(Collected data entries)
--- --- ---
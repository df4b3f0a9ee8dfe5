/**
 * The characters that must never reach a terminal or a printed SQL text as themselves: they could drive
 * the terminal, end a line comment, or hide and reorder what a reader sees. One definition, used by the
 * terminal sanitiser and by the SQL writers (which carry such characters as escapes).
 */

/** Bidirectional marks, embeddings, overrides and isolates, plus the Unicode line and paragraph separators. */
const INVISIBLE_FORMAT = new Set<number>([
  0x061c, // arabic letter mark
  0x200e, // left-to-right mark
  0x200f, // right-to-left mark
  0x2028, // line separator
  0x2029, // paragraph separator
  0x202a, 0x202b, 0x202c, 0x202d, 0x202e, // embeddings and overrides
  0x2066, 0x2067, 0x2068, 0x2069, // isolates
]);

/**
 * True for a UTF-16 code unit that is unsafe as itself: C0 controls (tab, line feed and ESC included),
 * DEL, C1 controls, a surrogate (callers skip well-formed pairs first), the bidi controls and U+2028/9.
 * @example
 * isUnsafeCode(0x1b); // => true
 * isUnsafeCode(0x41); // => false
 */
export function isUnsafeCode(code: number): boolean {
  if (code < 0x20) return true; // C0 controls, ESC included
  if (code >= 0x7f && code <= 0x9f) return true; // DEL and C1 controls (CSI, OSC, ST as single code points)
  if (code >= 0xd800 && code <= 0xdfff) return true; // a lone surrogate (a paired one never reaches here)
  return INVISIBLE_FORMAT.has(code);
}

/**
 * True when the text holds an unsafe character (a well-formed surrogate pair is safe).
 * @example
 * hasUnsafeChars('a\nb'); // => true
 */
export function hasUnsafeChars(text: string): boolean {
  for (let i = 0; i < text.length; i++) {
    const code = text.charCodeAt(i);
    if (code >= 0xd800 && code <= 0xdbff && i + 1 < text.length) {
      const next = text.charCodeAt(i + 1);
      if (next >= 0xdc00 && next <= 0xdfff) {
        i++;
        continue;
      }
    }
    if (isUnsafeCode(code)) return true;
  }
  return false;
}
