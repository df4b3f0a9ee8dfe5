/**
 * Splits: the four evaluation sets a row can belong to (README, "Splits"), and the one list of the
 * spellings accepted for each. Every reader of a split — the cell query, cells files, export, examples,
 * paired rows, `--splits` — takes them from here.
 */

/** The four evaluation sets. */
export type Split = 'train' | 'train_dev' | 'dev' | 'test';
export const SPLITS: readonly Split[] = ['train', 'train_dev', 'dev', 'test'];

/** The spellings accepted for each split (compared trimmed and in lower case). */
export const SPLIT_SPELLINGS: Readonly<Record<Split, readonly string[]>> = {
  train: ['train'],
  train_dev: ['train_dev', 'train-dev', 'traindev'],
  dev: ['dev', 'val', 'valid', 'validation'],
  test: ['test'],
};

const BY_SPELLING = new Map<string, Split>(SPLITS.flatMap((s) => SPLIT_SPELLINGS[s].map((w) => [w, s] as const)));

/**
 * Normalises a split value (case and surrounding space ignored); null for an unknown value.
 * @example
 * normalizeSplit(' Validation '); // => 'dev'
 */
export function normalizeSplit(raw: string): Split | null {
  return BY_SPELLING.get(raw.trim().toLowerCase()) ?? null;
}

/** The accepted spellings, for messages. */
export const SPLIT_HELP = SPLITS.map((s) => {
  const others = SPLIT_SPELLINGS[s].filter((w) => w !== s);
  return others.length ? `${s} (${others.join(', ')})` : s;
}).join(', ');
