/**
 * Every default value of floorgap, in one place: the option table of the CLI (cli/options.ts) shows
 * and applies these, and the layers below fall back on the same values when a caller leaves one out
 * (the engine's threads and memory, the floor of the cell cap, the slice cap, the sample of the
 * pre-pass, triage's thresholds, the demo). Each numeric default lies within its option's bounds
 * (cli/bounds.ts; held by test/cli/options.test.ts). Boolean flags are off unless given, except
 * `--cache`.
 */
import { cpus } from 'node:os';

export const DEFAULTS = {
  // the engine: polite on a shared training box
  /** `--threads`: 2, or 1 on a one-core machine */
  threads: Math.max(1, Math.min(2, cpus().length)),
  /** `--memory-limit`, given to DuckDB as it is */
  memoryLimit: '2GB',
  /** `--cache`: reuse the cells of an earlier run on the same files */
  cache: true,
  /** `--progress` */
  progress: 'auto',

  // slices
  /** `--bins`: bins of a numeric slice column */
  bins: 5,
  /** `--max-cells`: largest full cross before grouping sets; 5 × this (at least 5 × the default) caps the cells a scan keeps */
  maxCells: 200_000,
  /** `--max-slices`: most slices one grouping may list */
  maxSlices: 10_000,
  /** rows the pre-pass samples (candidate columns, bin edges, the slice count): the first 100,000 */
  sampleRows: 100_000,

  // triage (src/triage/types.ts DEFAULT_TRIAGE_OPTIONS)
  confidence: 0.95,
  fdr: 0.05,
  fdrMethod: 'bh',
  minRows: 30,
  floorMargin: 0.01,
  minHeadroom: 0.001,
  curveExponent: 0.5,
  labelCost: 1,
  floorRule: 'panel',

  // discover (src/discover/types.ts DISCOVER_DEFAULTS)
  /** `--depth`: conditions per discovered slice */
  depth: 2,
  /** `--min-lift`: the smallest lift over every parent's rest, as a fraction of error (2 points) */
  minLift: 0.02,
  /** `--top`: discovered slices listed */
  top: 20,

  // outputs
  /** `--format` of report, explore and check */
  format: 'text',
  /** `export --splits` */
  exportSplits: 'train,dev',
  /** `sql --dialect` */
  dialect: 'ansi',
  /** `sql --grouping` */
  grouping: 'auto',

  // the demo (its shipped sample in data-samples/ is generated with these)
  demoRows: 20_000,
  demoSeed: 24,
  demoRuns: 1,
  demoModels: 1,
} as const;
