/**
 * The one error type floorgap raises for problems the user can fix (bad input, bad options).
 * The CLI prints `message` as one line on stderr and exits with `exitCode`.
 */
export class FloorgapError extends Error {
  readonly exitCode: number;
  constructor(message: string, exitCode = 2, cause?: unknown) {
    super(message, cause === undefined ? undefined : { cause });
    this.name = 'FloorgapError';
    this.exitCode = exitCode;
  }
}

/** The exit code of an unexpected internal error: a bug in floorgap, not a problem with the input. */
export const INTERNAL_EXIT = 3;

/**
 * The exit code a failure ends a command with: a FloorgapError's own (2 for bad input or usage),
 * {@link INTERNAL_EXIT} for anything else.
 * @example
 * exitCodeOf(error('bad')); // => 2
 * exitCodeOf(new TypeError('x is undefined')); // => 3
 */
export function exitCodeOf(e: unknown): number {
  return e instanceof FloorgapError ? e.exitCode : INTERNAL_EXIT;
}

/**
 * Creates a user-facing error: what was wrong, where, what was expected, and the fix if known.
 * @param message one line, no trailing period needed
 * @param cause the underlying error, kept for debugging
 * @example
 * throw error('preds.csv: column "weight" line 14: expected a number >= 0, got "-1"');
 */
export function error(message: string, cause?: unknown, exitCode = 2): FloorgapError {
  return new FloorgapError(message, exitCode, cause);
}
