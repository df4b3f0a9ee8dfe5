/**
 * Benchmark (`npm run bench`, not part of `npm test`): floorgap on 1M- and 10M-row prediction tables,
 * CSV and Parquet, side by side with the reference engine's floor — DuckDB alone running the bare
 * GROUP BY that computes the same cells over the same file — and with the I/O floor, a plain read of
 * the file. Every measurement runs `--reps` times (default 3), interleaved, and reports the median.
 *
 *   npm run bench                                  # 1M and 10M rows, CSV and Parquet
 *   npm run bench -- --rows 1000000 --reps 5       # other sizes and repetitions
 *
 * Tables are generated with the demo generator into a temporary folder (never into the repository)
 * and removed at the end. Results: bench/results/latest.json and a markdown table on stdout.
 */
import { spawnSync } from 'node:child_process';
import { createReadStream, existsSync, mkdirSync, mkdtempSync, rmSync, writeFileSync } from 'node:fs';
import { cpus, loadavg, tmpdir, totalmem } from 'node:os';
import { join } from 'node:path';
import { op, table as aqTable } from 'arquero';
import { median } from 'simple-statistics';
import { writeBenchTable } from './bench-table.js';
import { cellColumns, cellTable, SUM_COLUMNS, type CellTable, type SumColumn } from '../src/cells/cell-table.js';
import { openDuck, type Duck } from '../src/sql/duck.js';
import { loadCells, type Loaded } from '../src/cells/load.js';
import { type LoadOptions } from '../src/cells/plan.js';
import { cacheKey, readCache } from '../src/cells/cache.js';
import { rollupSlices } from '../src/slices/rollup.js';
import { literal } from '../src/sql/quote.js';
import { SPLITS, type Split } from '../src/core/split.js';
import { renderJson } from '../src/render/json.js';
import { buildReport, type ReportContext } from '../src/triage/report.js';
import { DEFAULT_TRIAGE_OPTIONS, type Report } from '../src/triage/types.js';
import { sortSlices } from '../src/tui/model.js';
--- --- ---
[Required action] Restate the data verbatim through the "if (code >= 0x7f" line.

[Your response]
repository df4b3f0a9ee8dfe5
/**
 * The characters that must never reach a terminal or a printed SQL text as themselves: they could drive
 * the terminal, end a line comment, or hide and reorder what a reader sees. One definition, used by the
 * terminal sanitiser and by the SQL writers (which carry such characters as escapes).
 */

/** Bidirectional marks, embeddings, overrides and isolates, plus the Unicode line and paragraph separators. */
const INVISIBLE_FORMAT = new Set<number>([
  0x061c, // arabic letter mark
  0x200e, // left-to-right mark
  0x200f, // right-to-left mark
  0x2028, // line separator
  0x2029, // paragraph separator
  0x202a, 0x202b, 0x202c, 0x202d, 0x202e, // embeddings and overrides
  0x2066, 0x2067, 0x2068, 0x2069, // isolates
]);

/**
 * True for a UTF-16 code unit that is unsafe as itself: C0 controls (tab, line feed and ESC included),
 * DEL, C1 controls, a surrogate (callers skip well-formed pairs first), the bidi controls and U+2028/9.
 * @example
 * isUnsafeCode(0x1b); // => true
 * isUnsafeCode(0x41); // => false
 */
export function isUnsafeCode(code: number): boolean {
  if (code < 0x20) return true; // C0 controls, ESC included
  if (code >= 0x7f && code <= 0x9f) return true; // DEL and C1 controls (CSI, OSC, ST as single code points)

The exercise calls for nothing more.